### INPUT
====

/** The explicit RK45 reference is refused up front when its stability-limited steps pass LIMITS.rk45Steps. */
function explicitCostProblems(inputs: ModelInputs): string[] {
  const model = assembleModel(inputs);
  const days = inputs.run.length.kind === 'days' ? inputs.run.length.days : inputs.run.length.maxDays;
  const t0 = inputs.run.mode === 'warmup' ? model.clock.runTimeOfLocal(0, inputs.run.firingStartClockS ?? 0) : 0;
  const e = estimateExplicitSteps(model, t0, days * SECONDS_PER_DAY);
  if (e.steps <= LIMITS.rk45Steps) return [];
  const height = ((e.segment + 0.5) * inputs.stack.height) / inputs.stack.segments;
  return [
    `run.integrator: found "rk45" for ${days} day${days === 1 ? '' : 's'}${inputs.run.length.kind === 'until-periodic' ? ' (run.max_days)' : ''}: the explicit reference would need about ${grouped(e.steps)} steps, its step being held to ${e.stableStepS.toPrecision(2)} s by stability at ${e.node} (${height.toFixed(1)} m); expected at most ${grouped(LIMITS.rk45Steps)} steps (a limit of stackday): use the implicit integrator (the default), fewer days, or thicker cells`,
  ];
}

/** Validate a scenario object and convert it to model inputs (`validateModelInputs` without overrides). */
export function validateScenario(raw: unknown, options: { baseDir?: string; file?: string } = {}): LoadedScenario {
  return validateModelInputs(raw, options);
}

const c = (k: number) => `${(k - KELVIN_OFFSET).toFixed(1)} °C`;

====

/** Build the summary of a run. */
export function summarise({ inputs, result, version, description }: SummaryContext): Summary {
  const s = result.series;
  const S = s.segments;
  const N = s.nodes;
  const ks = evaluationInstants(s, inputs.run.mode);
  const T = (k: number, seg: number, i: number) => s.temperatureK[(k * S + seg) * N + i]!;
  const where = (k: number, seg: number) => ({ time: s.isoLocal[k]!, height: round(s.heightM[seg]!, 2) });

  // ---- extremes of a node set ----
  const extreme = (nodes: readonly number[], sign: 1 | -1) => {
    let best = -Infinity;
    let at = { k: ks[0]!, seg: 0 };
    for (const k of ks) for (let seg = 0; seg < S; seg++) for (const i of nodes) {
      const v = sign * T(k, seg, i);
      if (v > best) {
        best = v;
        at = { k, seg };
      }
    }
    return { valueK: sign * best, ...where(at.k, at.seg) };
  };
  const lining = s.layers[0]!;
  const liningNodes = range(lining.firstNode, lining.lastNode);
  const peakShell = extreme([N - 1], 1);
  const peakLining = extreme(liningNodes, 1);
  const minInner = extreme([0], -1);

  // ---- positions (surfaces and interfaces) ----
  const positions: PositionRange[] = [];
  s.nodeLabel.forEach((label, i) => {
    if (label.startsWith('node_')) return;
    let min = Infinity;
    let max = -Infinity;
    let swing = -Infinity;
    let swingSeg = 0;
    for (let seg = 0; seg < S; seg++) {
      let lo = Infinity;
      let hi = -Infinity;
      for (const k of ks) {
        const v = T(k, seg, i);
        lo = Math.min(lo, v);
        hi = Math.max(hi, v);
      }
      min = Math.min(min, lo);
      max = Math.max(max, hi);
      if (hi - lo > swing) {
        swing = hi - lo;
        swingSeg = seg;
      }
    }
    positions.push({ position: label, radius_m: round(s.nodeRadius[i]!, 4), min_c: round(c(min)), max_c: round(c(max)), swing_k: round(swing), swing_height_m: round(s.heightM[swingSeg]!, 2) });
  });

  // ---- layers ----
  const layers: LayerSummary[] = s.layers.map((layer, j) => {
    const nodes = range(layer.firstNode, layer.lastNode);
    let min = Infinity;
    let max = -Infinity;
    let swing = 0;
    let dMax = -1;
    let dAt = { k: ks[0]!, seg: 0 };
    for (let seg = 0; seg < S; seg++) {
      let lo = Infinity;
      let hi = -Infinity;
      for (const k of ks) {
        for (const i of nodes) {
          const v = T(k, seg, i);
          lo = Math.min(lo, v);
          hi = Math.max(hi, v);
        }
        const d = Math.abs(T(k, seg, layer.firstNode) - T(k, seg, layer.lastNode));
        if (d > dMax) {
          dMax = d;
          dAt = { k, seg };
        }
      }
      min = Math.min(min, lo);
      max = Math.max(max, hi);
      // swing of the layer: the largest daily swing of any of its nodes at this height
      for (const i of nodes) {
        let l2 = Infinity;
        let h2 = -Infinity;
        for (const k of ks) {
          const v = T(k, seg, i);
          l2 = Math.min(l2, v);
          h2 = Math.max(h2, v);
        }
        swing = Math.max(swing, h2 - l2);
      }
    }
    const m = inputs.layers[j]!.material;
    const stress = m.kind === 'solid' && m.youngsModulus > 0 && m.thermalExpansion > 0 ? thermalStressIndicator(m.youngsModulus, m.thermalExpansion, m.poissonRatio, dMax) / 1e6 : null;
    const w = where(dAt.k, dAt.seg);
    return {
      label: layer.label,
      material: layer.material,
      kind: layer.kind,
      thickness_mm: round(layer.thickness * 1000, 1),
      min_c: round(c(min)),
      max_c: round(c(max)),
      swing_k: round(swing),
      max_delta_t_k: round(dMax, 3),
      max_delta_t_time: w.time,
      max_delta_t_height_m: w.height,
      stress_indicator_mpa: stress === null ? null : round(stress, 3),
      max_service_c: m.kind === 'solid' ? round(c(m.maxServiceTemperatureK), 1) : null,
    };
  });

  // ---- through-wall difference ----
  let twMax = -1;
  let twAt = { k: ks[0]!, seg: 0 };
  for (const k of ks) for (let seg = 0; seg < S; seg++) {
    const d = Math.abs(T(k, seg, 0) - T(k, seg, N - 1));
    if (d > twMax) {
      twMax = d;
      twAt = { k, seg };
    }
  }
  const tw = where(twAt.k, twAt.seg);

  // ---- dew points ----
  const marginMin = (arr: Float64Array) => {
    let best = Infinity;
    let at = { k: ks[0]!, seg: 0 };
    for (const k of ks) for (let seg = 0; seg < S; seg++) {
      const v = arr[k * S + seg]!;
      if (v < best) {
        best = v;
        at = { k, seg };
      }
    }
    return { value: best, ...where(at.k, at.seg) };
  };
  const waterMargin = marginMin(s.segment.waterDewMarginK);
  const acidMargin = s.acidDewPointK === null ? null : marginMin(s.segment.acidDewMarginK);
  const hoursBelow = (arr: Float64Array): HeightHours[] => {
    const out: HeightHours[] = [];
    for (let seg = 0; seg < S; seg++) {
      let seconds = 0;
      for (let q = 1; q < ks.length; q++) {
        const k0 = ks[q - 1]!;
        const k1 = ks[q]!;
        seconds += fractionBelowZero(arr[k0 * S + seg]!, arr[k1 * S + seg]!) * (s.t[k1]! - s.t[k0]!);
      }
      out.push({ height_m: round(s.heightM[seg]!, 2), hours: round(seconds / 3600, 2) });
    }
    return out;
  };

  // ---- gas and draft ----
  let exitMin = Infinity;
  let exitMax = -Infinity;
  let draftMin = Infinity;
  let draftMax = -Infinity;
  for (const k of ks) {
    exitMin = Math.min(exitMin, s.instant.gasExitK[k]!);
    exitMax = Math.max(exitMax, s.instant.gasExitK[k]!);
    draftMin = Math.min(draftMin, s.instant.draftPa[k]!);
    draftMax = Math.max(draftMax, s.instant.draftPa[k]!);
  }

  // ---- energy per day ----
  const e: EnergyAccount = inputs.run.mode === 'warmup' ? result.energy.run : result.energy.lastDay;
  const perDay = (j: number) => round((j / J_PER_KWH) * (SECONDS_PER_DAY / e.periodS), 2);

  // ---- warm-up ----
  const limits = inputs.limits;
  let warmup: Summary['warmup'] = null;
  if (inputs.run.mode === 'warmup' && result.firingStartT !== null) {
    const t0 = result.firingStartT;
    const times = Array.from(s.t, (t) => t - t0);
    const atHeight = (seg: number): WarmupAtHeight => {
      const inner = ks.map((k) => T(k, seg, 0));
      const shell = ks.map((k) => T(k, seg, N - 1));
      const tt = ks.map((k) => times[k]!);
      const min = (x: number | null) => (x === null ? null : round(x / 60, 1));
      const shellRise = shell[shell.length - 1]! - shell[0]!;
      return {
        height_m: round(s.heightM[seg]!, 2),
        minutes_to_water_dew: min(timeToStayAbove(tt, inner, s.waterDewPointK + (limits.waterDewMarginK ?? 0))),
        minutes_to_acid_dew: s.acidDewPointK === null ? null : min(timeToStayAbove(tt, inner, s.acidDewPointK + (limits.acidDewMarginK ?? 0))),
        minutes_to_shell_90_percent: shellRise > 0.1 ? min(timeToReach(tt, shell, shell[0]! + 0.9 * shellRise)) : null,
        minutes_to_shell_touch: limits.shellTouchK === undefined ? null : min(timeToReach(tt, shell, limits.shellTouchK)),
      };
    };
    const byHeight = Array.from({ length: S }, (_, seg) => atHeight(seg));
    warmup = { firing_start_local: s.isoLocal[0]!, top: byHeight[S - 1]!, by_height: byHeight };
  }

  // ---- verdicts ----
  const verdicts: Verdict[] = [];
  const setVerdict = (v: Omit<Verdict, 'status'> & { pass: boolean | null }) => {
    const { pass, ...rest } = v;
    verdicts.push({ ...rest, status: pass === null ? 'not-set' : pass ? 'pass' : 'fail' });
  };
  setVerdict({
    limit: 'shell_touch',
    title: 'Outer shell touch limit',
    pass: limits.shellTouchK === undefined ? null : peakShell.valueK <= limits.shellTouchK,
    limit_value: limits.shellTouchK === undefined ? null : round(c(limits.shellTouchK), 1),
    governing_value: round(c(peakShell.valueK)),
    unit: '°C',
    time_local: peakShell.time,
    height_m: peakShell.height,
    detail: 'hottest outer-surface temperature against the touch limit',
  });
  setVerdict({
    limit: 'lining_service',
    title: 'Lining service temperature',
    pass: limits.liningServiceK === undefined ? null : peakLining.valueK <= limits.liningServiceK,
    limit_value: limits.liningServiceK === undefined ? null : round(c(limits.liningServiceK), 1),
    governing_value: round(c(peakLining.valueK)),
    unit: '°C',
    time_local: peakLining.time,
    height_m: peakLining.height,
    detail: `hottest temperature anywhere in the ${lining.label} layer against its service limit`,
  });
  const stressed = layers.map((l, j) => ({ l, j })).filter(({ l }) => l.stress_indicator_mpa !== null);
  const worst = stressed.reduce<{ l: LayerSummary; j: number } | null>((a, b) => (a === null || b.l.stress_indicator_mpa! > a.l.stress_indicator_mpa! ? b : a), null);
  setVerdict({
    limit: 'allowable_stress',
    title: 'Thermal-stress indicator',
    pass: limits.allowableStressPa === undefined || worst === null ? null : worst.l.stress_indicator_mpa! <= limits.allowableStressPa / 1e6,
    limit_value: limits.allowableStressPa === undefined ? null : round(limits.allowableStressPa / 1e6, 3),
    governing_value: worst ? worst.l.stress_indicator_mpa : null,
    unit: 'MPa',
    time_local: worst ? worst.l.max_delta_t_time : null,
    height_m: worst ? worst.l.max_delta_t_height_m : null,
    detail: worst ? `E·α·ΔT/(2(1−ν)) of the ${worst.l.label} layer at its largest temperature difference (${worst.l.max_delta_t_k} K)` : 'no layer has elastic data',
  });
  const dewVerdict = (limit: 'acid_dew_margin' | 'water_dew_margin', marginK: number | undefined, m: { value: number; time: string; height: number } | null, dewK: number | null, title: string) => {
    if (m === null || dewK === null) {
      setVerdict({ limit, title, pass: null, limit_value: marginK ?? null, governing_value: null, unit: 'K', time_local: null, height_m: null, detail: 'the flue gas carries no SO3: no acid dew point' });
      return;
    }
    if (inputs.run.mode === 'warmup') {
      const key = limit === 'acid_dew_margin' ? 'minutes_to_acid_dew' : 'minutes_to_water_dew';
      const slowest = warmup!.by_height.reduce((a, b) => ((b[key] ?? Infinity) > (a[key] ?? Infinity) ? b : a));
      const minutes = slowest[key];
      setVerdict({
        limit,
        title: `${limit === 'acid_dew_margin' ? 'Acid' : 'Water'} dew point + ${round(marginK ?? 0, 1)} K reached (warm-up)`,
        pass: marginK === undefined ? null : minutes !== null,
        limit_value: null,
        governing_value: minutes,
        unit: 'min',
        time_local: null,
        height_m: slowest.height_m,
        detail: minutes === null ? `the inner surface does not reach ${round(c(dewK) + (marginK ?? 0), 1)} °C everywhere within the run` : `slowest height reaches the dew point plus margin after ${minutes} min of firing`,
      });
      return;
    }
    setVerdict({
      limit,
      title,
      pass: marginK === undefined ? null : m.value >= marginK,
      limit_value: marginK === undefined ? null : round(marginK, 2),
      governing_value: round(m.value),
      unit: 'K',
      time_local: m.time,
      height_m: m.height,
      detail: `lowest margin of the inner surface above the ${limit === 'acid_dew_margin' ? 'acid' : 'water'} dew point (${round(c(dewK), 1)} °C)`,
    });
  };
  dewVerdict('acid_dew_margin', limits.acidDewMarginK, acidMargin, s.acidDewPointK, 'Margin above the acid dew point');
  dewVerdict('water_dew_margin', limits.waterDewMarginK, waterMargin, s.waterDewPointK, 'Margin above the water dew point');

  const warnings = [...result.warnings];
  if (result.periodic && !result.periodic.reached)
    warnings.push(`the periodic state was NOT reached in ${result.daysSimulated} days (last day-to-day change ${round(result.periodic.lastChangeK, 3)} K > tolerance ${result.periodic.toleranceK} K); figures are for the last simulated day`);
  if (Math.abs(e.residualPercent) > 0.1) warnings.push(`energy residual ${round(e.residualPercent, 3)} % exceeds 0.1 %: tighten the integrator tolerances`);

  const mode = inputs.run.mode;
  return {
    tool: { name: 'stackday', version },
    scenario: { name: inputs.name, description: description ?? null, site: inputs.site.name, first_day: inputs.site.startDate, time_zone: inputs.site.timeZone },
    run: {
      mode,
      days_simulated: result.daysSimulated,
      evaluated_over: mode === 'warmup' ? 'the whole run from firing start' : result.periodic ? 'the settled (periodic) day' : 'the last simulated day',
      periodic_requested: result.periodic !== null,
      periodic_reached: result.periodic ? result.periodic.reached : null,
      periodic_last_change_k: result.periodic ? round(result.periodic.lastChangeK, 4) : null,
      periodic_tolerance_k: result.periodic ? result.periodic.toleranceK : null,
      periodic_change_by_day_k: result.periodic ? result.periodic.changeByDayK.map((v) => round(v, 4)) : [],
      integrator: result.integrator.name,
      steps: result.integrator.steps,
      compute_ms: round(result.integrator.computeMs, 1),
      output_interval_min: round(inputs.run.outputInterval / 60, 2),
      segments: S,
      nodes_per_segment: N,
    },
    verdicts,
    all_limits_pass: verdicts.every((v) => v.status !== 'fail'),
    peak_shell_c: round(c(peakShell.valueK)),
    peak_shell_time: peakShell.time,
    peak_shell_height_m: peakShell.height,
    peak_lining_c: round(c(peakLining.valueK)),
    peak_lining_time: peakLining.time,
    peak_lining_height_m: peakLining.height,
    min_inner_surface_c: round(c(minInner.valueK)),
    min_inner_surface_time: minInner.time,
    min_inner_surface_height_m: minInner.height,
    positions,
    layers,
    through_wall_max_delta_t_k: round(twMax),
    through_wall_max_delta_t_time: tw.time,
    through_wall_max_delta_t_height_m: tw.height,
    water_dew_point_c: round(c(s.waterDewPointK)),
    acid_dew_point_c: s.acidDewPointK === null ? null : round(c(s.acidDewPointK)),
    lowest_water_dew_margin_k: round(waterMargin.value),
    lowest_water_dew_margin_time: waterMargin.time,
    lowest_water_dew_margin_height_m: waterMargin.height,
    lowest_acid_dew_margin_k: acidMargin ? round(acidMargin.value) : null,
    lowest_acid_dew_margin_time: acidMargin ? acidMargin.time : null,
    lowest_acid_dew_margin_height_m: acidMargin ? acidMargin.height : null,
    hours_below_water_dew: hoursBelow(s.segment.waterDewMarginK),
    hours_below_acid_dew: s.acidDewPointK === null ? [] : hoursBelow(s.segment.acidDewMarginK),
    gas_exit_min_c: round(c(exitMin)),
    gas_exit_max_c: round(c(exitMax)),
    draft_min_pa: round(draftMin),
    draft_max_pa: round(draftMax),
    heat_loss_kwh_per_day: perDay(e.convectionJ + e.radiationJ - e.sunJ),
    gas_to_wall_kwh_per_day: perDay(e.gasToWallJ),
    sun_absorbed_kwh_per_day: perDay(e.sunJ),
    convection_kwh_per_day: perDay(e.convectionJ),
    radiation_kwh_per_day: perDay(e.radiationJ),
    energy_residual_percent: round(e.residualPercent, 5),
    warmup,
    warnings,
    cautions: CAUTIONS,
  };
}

====

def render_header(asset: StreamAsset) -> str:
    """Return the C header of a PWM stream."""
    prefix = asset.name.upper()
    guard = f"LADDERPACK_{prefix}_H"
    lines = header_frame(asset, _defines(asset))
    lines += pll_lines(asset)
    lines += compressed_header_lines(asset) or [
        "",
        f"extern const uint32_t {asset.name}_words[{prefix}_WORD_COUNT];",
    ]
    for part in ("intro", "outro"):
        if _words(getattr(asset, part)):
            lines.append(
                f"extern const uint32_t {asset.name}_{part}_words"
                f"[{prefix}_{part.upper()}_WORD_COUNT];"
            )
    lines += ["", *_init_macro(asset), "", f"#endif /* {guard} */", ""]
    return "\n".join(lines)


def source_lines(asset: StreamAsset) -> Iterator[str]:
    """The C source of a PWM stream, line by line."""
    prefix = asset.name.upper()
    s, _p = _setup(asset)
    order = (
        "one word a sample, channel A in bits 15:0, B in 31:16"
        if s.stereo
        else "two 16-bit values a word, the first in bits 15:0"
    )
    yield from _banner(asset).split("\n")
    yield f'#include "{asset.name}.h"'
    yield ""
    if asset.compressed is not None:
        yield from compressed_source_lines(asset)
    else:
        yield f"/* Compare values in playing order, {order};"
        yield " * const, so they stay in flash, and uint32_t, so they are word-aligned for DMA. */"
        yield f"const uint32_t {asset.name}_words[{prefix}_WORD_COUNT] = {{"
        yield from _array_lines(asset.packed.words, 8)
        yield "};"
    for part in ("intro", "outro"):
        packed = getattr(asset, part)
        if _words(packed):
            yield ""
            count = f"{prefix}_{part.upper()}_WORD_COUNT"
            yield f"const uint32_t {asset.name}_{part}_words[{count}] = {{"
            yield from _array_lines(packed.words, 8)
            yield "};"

====

### WHAT YOU WILL DO
Once you have counted the lines of the records that contain the word "exitMin", give the count and nothing else.

### WRITTEN ANSWER
3